The only time there was a longer delay in the appointment of a new US ambassador to Ireland was in 1935, and then the official title of the position was envoy extraordinary and minister plenipotentiary of the United States of America to the Irish Free State.
Dan Rooney stood down as ambassador on December 14th, 2012, after more than three years in Dublin, making it almost a year since the US has had an ambassador in Ireland.
By the time Alvin Mansfield Owsley was appointed US envoy in May 1935 by Franklin D Roosevelt, it had been 13 months since the death of his predecessor.

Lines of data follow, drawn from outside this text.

"""Build every sample layout of the fictional Marrowby Field (docs/demo_airfield.md).

Run from the repository root::

    python docs/scripts/make_samples.py            # writes sample_layouts/*.json
    python docs/scripts/make_samples.py --out DIR  # writes the same files into DIR

Every layout is made with the model's own API (``app.model.elements`` values, ``app.model.edits``
functions) and written with ``app.fileio.layout_json.save_layout``; the aircraft come from the
demo library (``load_demo_library``). Re-running the script writes byte-identical files.

Coordinates are designed in the layout's units and converted to metres once, here. Junctions are
built on axis-aligned through lines wherever a line ends on another, so that end lies exactly on
the through line. Every name, place and aircraft is fictional.
"""

from __future__ import annotations

import argparse
import math
from collections.abc import Callable, Iterable, Iterator, Sequence
from pathlib import Path
from typing import Any

from app.fileio.aircraft_library import load_demo_library
from app.fileio.layout_json import save_layout
from app.model import edits
from app.model.design_context import DesignContext, line_design_aircraft
from app.model.elements import (
    Centerline,
    CenterlineKind,
    DesignGroup,
    Element,
    ExistingPavement,
    FixedObject,
    Layout,
    ObjectKind,
    RuleSetName,
    Runway,
    Vertex,
)
from geometry.aircraft import DesignAircraft
from geometry.centerline import centerline_segments
from geometry.checks.crossovers import crossover_spacing
from geometry.movements import Movement, junction_corners, junction_movements
from geometry.network import Junction, LineKind, NetworkLine, build_network
from geometry.rulesets import get_rule_set
from geometry.units import LengthUnit, from_metres, to_metres

REPOSITORY = Path(__file__).resolve().parents[2]
DEFAULT_FOLDER = REPOSITORY / "sample_layouts"

CAUTION = ("Caution: a preliminary planning layout of a fictional airfield. Verify every result "
           "against the governing standard (FAA AC 150/5300-13B or ICAO Annex 14 and its manuals), "
           "local codes and the aircraft manufacturers' data; final design is the work of a licensed "
           "engineer.")
SPACING_STEP_FT = 5.0  # built crossover spacings are the governing value rounded up to this step

XYs = Sequence[tuple[float, float]]
TIDY_STEP = 0.01  # computed coordinates are rounded to this, in the layout's units


# --- element helpers: coordinates in the layout's units, stored in metres ---------------------

def _metres(value: float, units: LengthUnit) -> float:
    """``value`` in metres; refuses a value the file would not show as written (e.g. 900 ft is
    stored as 274.32 m and saved back as 899.9999999999999 ft): pick another, or :func:`_tidy` it."""
    value_m = to_metres(value, units)
    if from_metres(value_m, units) != value:
        raise ValueError(f"{value!r} {units} does not survive the metre round trip: choose a neighbour")
    return value_m


def _tidy(value: float, units: LengthUnit) -> float:
    """A computed coordinate rounded to TIDY_STEP, moved by a step or two if the plain rounding
    would not survive the metre round trip."""
    nearest = round(value / TIDY_STEP)
    for offset in (0, 1, -1, 2, -2, 3, -3):
        candidate = round((nearest + offset) * TIDY_STEP, 6)
        if from_metres(to_metres(candidate, units), units) == candidate:
            return candidate
    raise ValueError(f"no tidy value near {value!r} {units}")


def _aircraft(*names: str) -> tuple[DesignAircraft, ...]:
    library = {aircraft.name: aircraft for aircraft in load_demo_library()}
    return tuple(library[name] for name in names)


def _vertex(units: LengthUnit, point: tuple[float, float]) -> Vertex:
    return Vertex(_metres(point[0], units), _metres(point[1], units))


def _line(units: LengthUnit, line_id: str, name: str, points: XYs, *, kind: CenterlineKind = "taxiway",
          tdg: str | None = None, width: float | None = None) -> Centerline:
    vertices = tuple(_vertex(units, point) for point in points)
    width_m = None if width is None else _metres(width, units)
    return Centerline(line_id, name, vertices, kind, DesignGroup(tdg=tdg), width_m)


def _runway(units: LengthUnit, runway_id: str, designation: str, first: tuple[float, float],
            second: tuple[float, float], width: float) -> Runway:
    ends = (_vertex(units, first), _vertex(units, second))
    return Runway(runway_id, designation, ends, _metres(width, units))


def _object(units: LengthUnit, object_id: str, name: str, kind: ObjectKind, height: float,
            outline: XYs) -> FixedObject:
    points = tuple((_metres(x, units), _metres(y, units)) for x, y in outline)
    return FixedObject(object_id, name, points, _metres(height, units), kind)


def _box(x0: float, y0: float, x1: float, y1: float) -> tuple[tuple[float, float], ...]:
    return ((x0, y0), (x1, y0), (x1, y1), (x0, y1))


def _pavement(units: LengthUnit, pavement_id: str, name: str, outline: XYs) -> ExistingPavement:
    points = tuple((_metres(x, units), _metres(y, units)) for x, y in outline)
    return ExistingPavement(pavement_id, name, points)


ADDERS: dict[type, Callable[[Layout, Any], Layout]] = {
    Centerline: edits.add_centerline, Runway: edits.add_runway, FixedObject: edits.add_object,
    ExistingPavement: edits.add_existing_pavement}


def _layout(title: str, notes: Iterable[str], rule_set: RuleSetName, units: LengthUnit,
            fleet: Iterable[DesignAircraft], elements: Iterable[Element]) -> Layout:
    """A layout made through the edit functions, with the caution appended to its notes."""
    layout = edits.set_title_notes(Layout(), title, "\n".join([*notes, CAUTION]))
    layout = edits.set_units(edits.set_rule_set(layout, rule_set), units)
    layout = edits.set_fleet(layout, fleet)
    for element in elements:
        layout = ADDERS[type(element)](layout, element)
    edits.check_layout(layout)
    return layout


# --- movement and corner keys, found the way the analysis finds them ---------------------------

def _network_line(element: Centerline | Runway) -> NetworkLine:
    kind: LineKind = element.kind if isinstance(element, Centerline) else "runway"
    radii = [vertex.corner_radius_m for vertex in element.vertices]
    return NetworkLine(element.id, kind, centerline_segments([v.xy for v in element.vertices], radii))


def _junctions(layout: Layout) -> tuple[Junction, ...]:
    elements: list[Centerline | Runway] = [*layout.centerlines, *layout.runways]
    return build_network([_network_line(element) for element in elements]).junctions


def _turns_touching(layout: Layout, line_id: str) -> Iterator[Movement]:
    for junction in _junctions(layout):
        if line_id in junction.line_ids:
            yield from (m for m in junction_movements(junction) if m.kind == "turn")


def _exclude_sharp_turns(layout: Layout, line_id: str, over_deg: float) -> Layout:
    """Leave out the turns sharper than ``over_deg`` at every junction of ``line_id``."""
    for movement in _turns_touching(layout, line_id):
        if abs(math.degrees(movement.turn_rad)) > over_deg:
            layout = edits.set_movement_excluded(layout, movement.key, True)
    return layout


def _corner_between(layout: Layout, line_a: str, heading_a_deg: float, line_b: str,
                    heading_b_deg: float) -> str:
    """Key of the corner bounded by the leg of ``line_a`` leaving at ``heading_a_deg`` and the leg
    of ``line_b`` leaving at ``heading_b_deg`` (headings counter-clockwise from east)."""
    def matches(leg_line: str, heading_rad: float, line_id: str, heading_deg: float) -> bool:
        off_deg = math.remainder(math.degrees(heading_rad) - heading_deg, 360.0)
        return leg_line == line_id and abs(off_deg) < 1.0

    for junction in _junctions(layout):
        for corner in junction_corners(junction):
            first, second = corner.first_leg, corner.second_leg
            for one, other in ((first, second), (second, first)):
                if (matches(one.line_id, one.heading_rad, line_a, heading_a_deg)
                        and matches(other.line_id, other.heading_rad, line_b, heading_b_deg)):
                    return corner.key
    raise LookupError(f"no corner between {line_a} at {heading_a_deg} deg and {line_b} "
                      f"at {heading_b_deg} deg")


def _polar(units: LengthUnit, x: float, y: float, heading_deg: float, length: float) -> tuple[float, float]:
    """The free end of a line leaving (x, y) at ``heading_deg`` for ``length``, tidied."""
    angle = math.radians(heading_deg)
    return (_tidy(x + length * math.cos(angle), units), _tidy(y + length * math.sin(angle), units))


def _with_radius(layout: Layout, radius_m: float, corners: Iterable[tuple[str, float, str, float]]) -> Layout:
    """``layout`` with the turn radius ``radius_m`` set by hand on each corner named by
    (line, leg heading, line, leg heading)."""
    for corner in corners:
        layout = edits.set_turn_radius_override(layout, _corner_between(layout, *corner), radius_m)
    return layout


# A faster turn-off than the 32 km/h default: R = V^2 / 17.07 at 48 km/h gives 135 m (Horonjeff,
# Planning and Design of Airports, Table 6-22, citing the ICAO Aerodrome Design Manual Part 2).
EXIT_RADIUS_M = 135.0
EXIT_RADIUS_NOTE = ("its 30-degree turn off the runway has a 135 m (443 ft) radius set by hand: a turn "
                    "taken at 48 km/h (R = V^2 / 17.07, Horonjeff Table 6-22, citing the ICAO Aerodrome "
                    "Design Manual Part 2)")


# --- 1. the main sample -------------------------------------------------------------------------

def _main_elements(ft: LengthUnit, a_y: float, b_y: float) -> list[Element]:
    exit_end = (_tidy(3200.0 + a_y / math.tan(math.radians(30.0)), ft), a_y)  # on A: y exact
    return [
        _runway(ft, "rwy-09-27", "09/27", (0.0, 0.0), (9000.0, 0.0), 150.0),
        _line(ft, "twy-a", "A", [(0.0, a_y), (9000.0, a_y)]),
        _line(ft, "twy-b", "B", [(2000.0, b_y), (6000.0, b_y)]),
        _line(ft, "twy-a1", "A1", [(0.0, 0.0), (0.0, a_y)]),
        _line(ft, "twy-a2", "A2", [(1500.0, 0.0), (1500.0, a_y)]),
        _line(ft, "twy-a3", "A3", [(3200.0, 0.0), exit_end]),
        _line(ft, "twy-a4", "A4", [(5000.0, 0.0), (5000.0, b_y)]),
        _line(ft, "twy-a5", "A5", [(9000.0, 0.0), (9000.0, a_y)]),
        _line(ft, "twy-b1", "B1", [(2500.0, a_y), (2500.0, b_y)]),
        _line(ft, "tln-c", "C", [(4000.0, b_y), (4000.0, b_y + 600.0)], kind="taxilane"),
        _object(ft, "bldg-terminal", "Terminal", "building", 45.0, _box(4200.0, 1200.0, 4700.0, 1550.0)),
        _object(ft, "bldg-cargo", "Cargo shed", "building", 35.0, _box(3300.0, 1200.0, 3800.0, 1500.0)),
        _object(ft, "bldg-hangar", "Maintenance hangar", "building", 60.0,
                _box(6200.0, 1200.0, 6700.0, 1550.0)),
        _object(ft, "sign-b", "Direction sign B / C", "sign", 4.0, [(3200.0, 1250.0)]),
        _object(ft, "nav-gs", "Glide slope antenna, runway 09", "navaid", 30.0, [(1000.0, -600.0)]),
        _object(ft, "nav-windcone", "Wind cone", "navaid", 15.0, [(2600.0, -700.0)]),
        _object(ft, "nav-beacon", "Airfield beacon", "navaid", 50.0, [(7250.0, 1500.0)]),
    ]


def marrowby_field() -> Layout:
    ft: LengthUnit = "ft"
    notes = [
        "Marrowby Field, the whole airfield: runway 09/27 (9,000 ft x 150 ft) with full-length parallel "
        "taxiway A 600 ft north of it, a partial second parallel B 350 ft further north, and the apron "
        "taxilane C between the cargo shed and the terminal.",
        "Look at: the right-angle entrances A1 (runway 09 end) and A5 (runway 27 end); the right-angle "
        "connector A2 (T-junctions on the runway and on A); the acute-angled exit A3 (30 degrees, for "
        "aircraft landing on runway 09); the four-way 90-degree crossing of A4 and A, and the T of A4 on B; "
        "the crossover B1 between A and B, through which an aircraft can reverse direction; the apron "
        "taxilane C.",
        f"Exit A3: {EXIT_RADIUS_NOTE}. Its 150-degree turns are excluded from the design: A3 is used only "
        "by aircraft leaving runway 09 toward the east end of A.",
        "Design fleet (demo library): Brindleway 50 (TDG 3, ADG III), Ostrander 180 (TDG 3, ADG III) and "
        "Marrowgate 300 (TDG 5, ADG V), which governs: 75 ft taxiways, 267 ft between parallel taxiways "
        "(A to B is 350 ft), 400 ft from an instrument runway to its parallel taxiway (A is at 600 ft, "
        "which leaves room for the exit's turn).",
    ]
    layout = _layout("Marrowby Field - airfield layout", notes, "FAA", ft,
                     _aircraft("Brindleway 50", "Ostrander 180", "Marrowgate 300"),
                     _main_elements(ft, 600.0, 950.0))
    layout = _with_radius(layout, EXIT_RADIUS_M, [("rwy-09-27", 180.0, "twy-a3", 30.0)])
    return _exclude_sharp_turns(layout, "twy-a3", 120.0)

The role of ambassadors is important in the exchange of information and maintaining good relations between countries. Talking directly to the US ambassador lets the Government know that it has the ear of someone who in turn has the ear of the US president. Access is everything.
At a time when Ireland’s economic recovery rests on foreign direct investment, for the most part from the US, and when the hopes of thousands of undocumented Irish in the US rest on immigration reform, the US ambassador’s role takes on even greater importance.
Remember the bashing Ireland got in May when a US congressional panel slammed iPhone-maker Apple for its racy tax structures in Ireland? A well-timed meeting between a member of the Government and a politically connected US ambassador could have helped soften those blows.
Hand-wringing
It is understandable, therefore, that there should be much hand-wringing and frustration among Irish-Americans at the inordinate delay in the new appointment. Irish lawyer and lobbyist Brian O'Dwyer has described it as a "slap in the face" to the millions of Irish- Americans who supported US president Barack Obama.
While it is not the most important role in the US diplomatic service, the ambassadorship is attractive in a country full of politically connected Irish-Americans who wear their Irish heritage so proudly.
Former White House chief of staff Bill Daley, lawyer Mark Tuohey and former Missouri congressman Russ Carnahan have all been linked to the vacant ambassador's job on the Washington cocktail party circuit and elsewhere.
The raging speculation is that two candidates did not pass the vetting process or withdrew their names – in other words, they did not pass the vetting process – and that a third name is being considered.
Vetting can be onerous and protracted. One long-serving diplomat told me that even though they had cleared a diplomatic check many years previously, it took months for them to be vetted for a new role. Different answers to the same questions, asked decades apart, can be scrutinised, dragging out the process. One can only imagine the hoops that a non-political business figure must jump through.
The febrile partisan atmosphere on Capitol Hill is not helping. Paranoid that those dastardly Republicans will find dirt to block yet another appointment, the Democratic Obama administration is not rushing to fill political jobs.
Many coveted ambassador roles have been filled by political appointees or big donors. Washington DC newspaper The Hill reported in July that almost a third of Obama's ambassadors installed in the first half of the year were political appointees, more than the previous three presidents, and that at least 19 Obama campaign contributors and political allies have landed ambassador gigs.
"It's a great house," Bill Clinton is said to have told Mike Sullivan when he tapped him to become his top diplomat in Ireland in 1999, selling the merits of living in the US ambassador's residence in the Phoenix Park (the former Wyoming governor had supported Clinton's run for president).
Ireland shouldn't feel like an isolated case; the White House has yet to name a new ambassador to France, arguably a more strategically important role than the Irish gig. But unlike Ireland, the existing ambassador, Charles Rivkin, has stayed on in Paris to be hauled into frank tête-à-têtes with French president François Hollande about National Security Agency spying on French citizens.
State of relations
Asked on Wednesday if the delay in the appointment of the new ambassador to Ireland marked a change in Irish-American relations or the relegation of Dublin as a foreign policy priority, US state department spokeswoman Jen Psaki said "absolutely not".
“I would be personally outraged as an Irish-American myself,” she added, pointing me to the White House for any specific updates on the process to find an ambassador.
Caitlin Hayden, a spokeswoman for the US president’s national security council, said she could not comment on “the details of the process” and there was no announcement to make at this point. She noted Obama’s comments on the “incredible bond” between the US and Ireland when he met Taoiseach Enda Kenny in the Oval Office during this year’s shamrock summit in March.
It was highly unusual for a US ambassador to Ireland not to be appointed by or on St Patrick’s Day. It would be unprecedented for an ambassador not to be named for a second consecutive St Patrick’s Day.